Les soeurs Cobourg, la compétition du malheur...
Bonjour,
Un petit peu de retard pour la publication hebdomadaire mais week end pascale oblige...
Aujourd'hui, je vous montre une jolie carte des soeurs belges, filles du roi Léopold II.
Elles ont toutes les trois concourus pour le destin le plus triste. La première Louise, est mariée très jeune au prince Philippe de Saxe Cobourg (on reste en famille), lubrique et viveur. Il fait partie des bons compagnons du kronprinz Rodolphe, et est présent le jour de la tragédie de Mayerling. Louise ne supportera pas longtemps une atmosphère familiale pesante (avec la présence oppressante de sa belle-mère Clémentine, fille de Louis Philippe). Un beau jour, elle croise un bel officier de cavalerie, Geza Mattachich, et c'est l'embrasement. Cette femme mal mariée (comme on l'est souvent à l'époque), va quitter le foyer conjugal, semer les dettes, se faire interner pour indignité et finir dans la misère.
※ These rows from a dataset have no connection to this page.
// SPDX-License-Identifier: Apache-2.0
package reedling.coupling;

import java.util.Arrays;
import reedling.contact.Column;
import reedling.contact.ContactBlock;
import reedling.math.Lanes;

/**
 * What the contact rows of one chunk add up to in a step: work done against dashpots, friction and rolling resistance,
 * energy stored in contact springs, step limits and the deepest overlap. Sums run in eight accumulators by row number
 * modulo 8, so that they do not depend on how a kernel runs; limits are minima, which no order can change.
 *
 * <p>Threads: written by the task of its chunk, read between phases.
 */
public final class ContactTally {

    /** Accumulators of the work against normal dashpots. */
    static final int NORMAL = 0;

    /** Accumulators of the work against friction. */
    static final int SLIDING = Lanes.TILE;

    /** Accumulators of the work against rolling resistance. */
    static final int ROLLING = 2 * Lanes.TILE;

    /** Accumulators of the energy that normal forces store. */
    static final int STORED = 3 * Lanes.TILE;

    /** Accumulators of the energy in tangential and rolling springs. */
    static final int SPRINGS = 4 * Lanes.TILE;

    private final double[] sums = new double[5 * Lanes.TILE];
    private double shortestDuration = Double.POSITIVE_INFINITY;
    private double approachLimit = Double.POSITIVE_INFINITY;
    private double largestFrequencySquared;
    private double deepestExcess = Double.NEGATIVE_INFINITY;
    private boolean touching;

    /** Starts a step. */
    public void clear() {
        Arrays.fill(sums, 0);
        shortestDuration = Double.POSITIVE_INFINITY;
        approachLimit = Double.POSITIVE_INFINITY;
        largestFrequencySquared = 0;
        deepestExcess = Double.NEGATIVE_INFINITY;
        touching = false;
    }

    double[] sums() {
        return sums;
    }

    /** Adds the stored-energy column of a block to one of the channels. */
    void store(ContactBlock block, int channel) {
        double[] c = block.columns();
        for (int r = 0; r < block.rows(); r++) {
            sums[channel + (r & Lanes.TILE - 1)] += c[ContactBlock.at(Column.STORED_ENERGY) + r];
        }
    }

    private double sum(int channel) {
        double total = 0;
        for (int k = 0; k < Lanes.TILE; k++) {
            total += sums[channel + k];
        }
        return total;
    }

    /** Work against dashpots, friction and rolling resistance in the past step, J. */
    public double work() {
        return sum(NORMAL) + sum(SLIDING) + sum(ROLLING);
    }

    /** Energy in tangential and rolling springs, J; 0 unless it was asked for. */
    public double springEnergy() {
        return sum(SPRINGS);
    }

    /** Energy that normal forces store, J; 0 unless it was asked for. */
    public double storedEnergy() {
        return sum(STORED);
    }

    /** Shortest contact duration, s. */
    public double shortestDuration() {
        return shortestDuration;
    }

    void duration(double seconds) {
        if (Double.isNaN(seconds) || seconds < shortestDuration) {
            shortestDuration = seconds;
        }
    }

    /** Longest step that bodies about to touch allow, s. */
    public double approachLimit() {
        return approachLimit;
    }

    void approach(double limit) {
        approachLimit = Math.min(approachLimit, limit);
    }

    /** Largest squared frequency of a single contact, 1/s2. */
    public double largestFrequencySquared() {
        return largestFrequencySquared;
    }

    void frequencySquared(double value) {
        largestFrequencySquared = Math.max(largestFrequencySquared, value);
    }

    /** Largest excess of an overlap over the accepted fraction of its effective radius, m; above 0 the guard stops. */
    public double deepestExcess() {
        return deepestExcess;
    }

    void excess(double value) {
        deepestExcess = Math.max(deepestExcess, value);
    }

    /** True when at least one pair of bodies overlaps. */
    public boolean touching() {
        return touching;
    }

    void touch(boolean any) {
        touching |= any;
    }
}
Mais elle aura vécu son amour jusqu'au bout.
La deuxième, c'est Stéphanie, la "paysanne flamande", tout aussi mal mariée, à l'héritier austro-hongrois: Rodolphe. On lui reproche souvent un caractère acariâtre, des scènes conjugales. Mal à l'aise, critiquée par l'ensemble de la Cour, Stéphanie se réfugie dans le superficiel, la représentation. On dit qu'elle n'adore rien tant que jouer les impératrices en l'absence de sa belle-mère, Sissi. C'est lui faire un mauvais procès. Elevée à la dure par un père tyrannique et une mère peu aimante, elle trouve dans le mariage un échappatoire à cette ambiance glaciale qui règne à la cour de Laeken. Et puis, il y a Mayerling. Sa belle famille la rend responsable de la mort de Rodolphe, elle est publiquement humiliée par la présence de Mary Vetsera, même morte, au côté du cadavre de son mari. Et son calvaire n'est pas fini. Ce n'est que quelques années plus tard, qu'elle obtient de se remarier avec le comte Elémer Lyonay. Elle n'est plus princière héritière, elle n'a plus aucun rôle à la Hofburg, mais c'est froidement que François Joseph la laisse partir. Quant, à son père, il lui tourne le dos. Heureusement, son remariage est heureux et elle ne s'éteindra qu'en 1945.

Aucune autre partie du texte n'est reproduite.